#### [Action item]
Go through the records and write each one out again exactly.

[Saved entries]
┄┄┄┄┄┄

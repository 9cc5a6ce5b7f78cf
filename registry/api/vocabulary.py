"""The registry's vocabulary: stored aliases, solvents with their liquid range, how a text reads.

A group teaches the registry its own spellings once (``add_alias(db, "method", "VT-NMR (Tc)",
"coalescence")``) and everyone who opens the registry reads sheets and entries the same way;
each change is recorded in the history. Measurements a solvent alias or a new solvent links
are checked again at once (their liquid-range findings follow).
"""

from __future__ import annotations

from collections.abc import Sequence
from typing import Any

from registry.api.registry import actor_name
from registry.storage.database import Database


def read_term(database: Database, kind: str, text: str) -> dict[str, Any]:
    """How the registry reads ``text`` as a ``method``, ``process``, ``solvent`` or ``nucleus``:
    ``reads_as`` (None when it cannot), ``how`` (name, alias, spelling, words), and the
    ``candidates`` of an ambiguous text or ``suggestions`` for an unknown one."""
    from registry.admin import vocabulary

    return vocabulary.read_term(database, kind, text)


def list_aliases(database: Database, kind: str | None = None) -> list[dict[str, Any]]:
    """The aliases stored in the registry (of one kind), with who added them and when."""
    from registry.admin import vocabulary

    return vocabulary.list_aliases(database, kind)


def add_alias(
    database: Database,
    kind: str,
    alias: str,
    target: str,
    *,
    actor: str | None = None,
    reason: str | None = None,
    check: bool = True,
) -> dict[str, Any]:
    """Store that ``alias`` means ``target`` (a method, process kind, solvent or nucleus of the
    registry). Refused: an unknown kind or target, an alias stored already, a spelling that
    already means ``target`` or names another solvent or nucleus. A built-in reading of the
    spelling may be overridden (returned as ``overrides``). Measurements a solvent alias links
    are checked again unless ``check=False``."""
    from registry.admin import vocabulary

    done = vocabulary.add_alias(
        database, kind, alias, target, actor=actor_name(actor), reason=reason
    )
    _recheck(database, done["measurements_linked"], actor, check)
    return done


def remove_alias(
    database: Database,
    kind: str,
    alias: str,
    *,
    actor: str | None = None,
    reason: str | None = None,
    check: bool = True,
) -> dict[str, Any]:
    """Delete a stored alias (the history keeps it); measurements it linked are unlinked and
    checked again unless ``check=False``."""
    from registry.admin import vocabulary

    done = vocabulary.remove_alias(database, kind, alias, actor=actor_name(actor), reason=reason)
    _recheck(database, done["measurements_unlinked"], actor, check)
    return done


def add_solvent(
    database: Database,
    name: str,
    *,
    mp: str | float,
    bp: str | float,
    source: str,
    formula: str = "",
    deuterated: bool | None = None,
    spellings: Sequence[str] = (),
    actor: str | None = None,
    reason: str | None = None,
    check: bool = True,
) -> dict[str, Any]:
    """Add a solvent with its melting and boiling points at 1 atm (``"-30.4 °C"``, or floats in
    K) and their ``source``; ``spellings`` are other names it goes by. Measurements whose
    solvent text it names are linked and checked again unless ``check=False``."""
    from registry.admin import vocabulary

    done = vocabulary.add_solvent(
        database, name, mp=mp, bp=bp, source=source, formula=formula, deuterated=deuterated,
        spellings=spellings, actor=actor_name(actor), reason=reason,
    )  # fmt: skip
    _recheck(database, done["measurements_linked"], actor, check)
    return done


def list_solvents(database: Database) -> list[dict[str, Any]]:
    """The solvent table with each liquid range, its source and every spelling."""
    from registry.admin import vocabulary

    return vocabulary.list_solvents(database)


def unlinked_solvents(database: Database) -> list[dict[str, Any]]:
    """Solvent texts of live measurements that name no solvent of the registry (no liquid range,
    no solvent class): the text, how many measurements use it, near spellings."""
    from registry.admin import vocabulary

    return vocabulary.unlinked_solvents(database)


def _recheck(database: Database, ids: Sequence[int], actor: str | None, check: bool) -> None:
    if check and ids:
        from registry.validation import check_measurements

        check_measurements(database, list(ids), actor=actor_name(actor))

┄┄┄┄┄┄

#### [Answer for the task]
repository 9cc5a6ce5b7f78cf
filename registry/api/vocabulary.py
"""The registry's vocabulary: stored aliases, solvents with their liquid range, how a text reads.

A group teaches the registry its own spellings once (``add_alias(db, "method", "VT-NMR (Tc)",
"coalescence")``) and everyone who opens the registry reads sheets and entries the same way;
each change is recorded in the history. Measurements a solvent alias or a new solvent links
are checked again at once (their liquid-range findings follow).
"""

from __future__ import annotations

from collections.abc import Sequence
from typing import Any

from registry.api.registry import actor_name
from registry.storage.database import Database


def read_term(database: Database, kind: str, text: str) -> dict[str, Any]:
    """How the registry reads ``text`` as a ``method``, ``process``, ``solvent`` or ``nucleus``:
    ``reads_as`` (None when it cannot), ``how`` (name, alias, spelling, words), and the
    ``candidates`` of an ambiguous text or ``suggestions`` for an unknown one."""
    from registry.admin import vocabulary

    return vocabulary.read_term(database, kind, text)


def list_aliases(database: Database, kind: str | None = None) -> list[dict[str, Any]]:
    """The aliases stored in the registry (of one kind), with who added them and when."""
    from registry.admin import vocabulary

    return vocabulary.list_aliases(database, kind)


def add_alias(
    database: Database,
    kind: str,
    alias: str,
    target: str,
    *,
    actor: str | None = None,
    reason: str | None = None,
    check: bool = True,
) -> dict[str, Any]:
    """Store that ``alias`` means ``target`` (a method, process kind, solvent or nucleus of the
    registry). Refused: an unknown kind or target, an alias stored already, a spelling that
    already means ``target`` or names another solvent or nucleus. A built-in reading of the
    spelling may be overridden (returned as ``overrides``). Measurements a solvent alias links
    are checked again unless ``check=False``."""
    from registry.admin import vocabulary

    done = vocabulary.add_alias(
        database, kind, alias, target, actor=actor_name(actor), reason=reason
    )
    _recheck(database, done["measurements_linked"], actor, check)
    return done


def remove_alias(
    database: Database,
    kind: str,
    alias: str,
    *,
    actor: str | None = None,
    reason: str | None = None,
    check: bool = True,
) -> dict[str, Any]:
    """Delete a stored alias (the history keeps it); measurements it linked are unlinked and
    checked again unless ``check=False``."""
    from registry.admin import vocabulary

    done = vocabulary.remove_alias(database, kind, alias, actor=actor_name(actor), reason=reason)
    _recheck(database, done["measurements_unlinked"], actor, check)
    return done


def add_solvent(
    database: Database,
    name: str,
    *,
    mp: str | float,
    bp: str | float,
    source: str,
    formula: str = "",
    deuterated: bool | None = None,
    spellings: Sequence[str] = (),
    actor: str | None = None,
    reason: str | None = None,
    check: bool = True,
) -> dict[str, Any]:
    """Add a solvent with its melting and boiling points at 1 atm (``"-30.4 °C"``, or floats in
    K) and their ``source``; ``spellings`` are other names it goes by. Measurements whose
    solvent text it names are linked and checked again unless ``check=False``."""
    from registry.admin import vocabulary

    done = vocabulary.add_solvent(
        database, name, mp=mp, bp=bp, source=source, formula=formula, deuterated=deuterated,
        spellings=spellings, actor=actor_name(actor), reason=reason,
    )  # fmt: skip
    _recheck(database, done["measurements_linked"], actor, check)
    return done


def list_solvents(database: Database) -> list[dict[str, Any]]:
    """The solvent table with each liquid range, its source and every spelling."""
    from registry.admin import vocabulary

    return vocabulary.list_solvents(database)


def unlinked_solvents(database: Database) -> list[dict[str, Any]]:
    """Solvent texts of live measurements that name no solvent of the registry (no liquid range,
    no solvent class): the text, how many measurements use it, near spellings."""
    from registry.admin import vocabulary

    return vocabulary.unlinked_solvents(database)


def _recheck(database: Database, ids: Sequence[int], actor: str | None, check: bool) -> None:
    if check and ids:
        from registry.validation import check_measurements

        check_measurements(database, list(ids), actor=actor_name(actor))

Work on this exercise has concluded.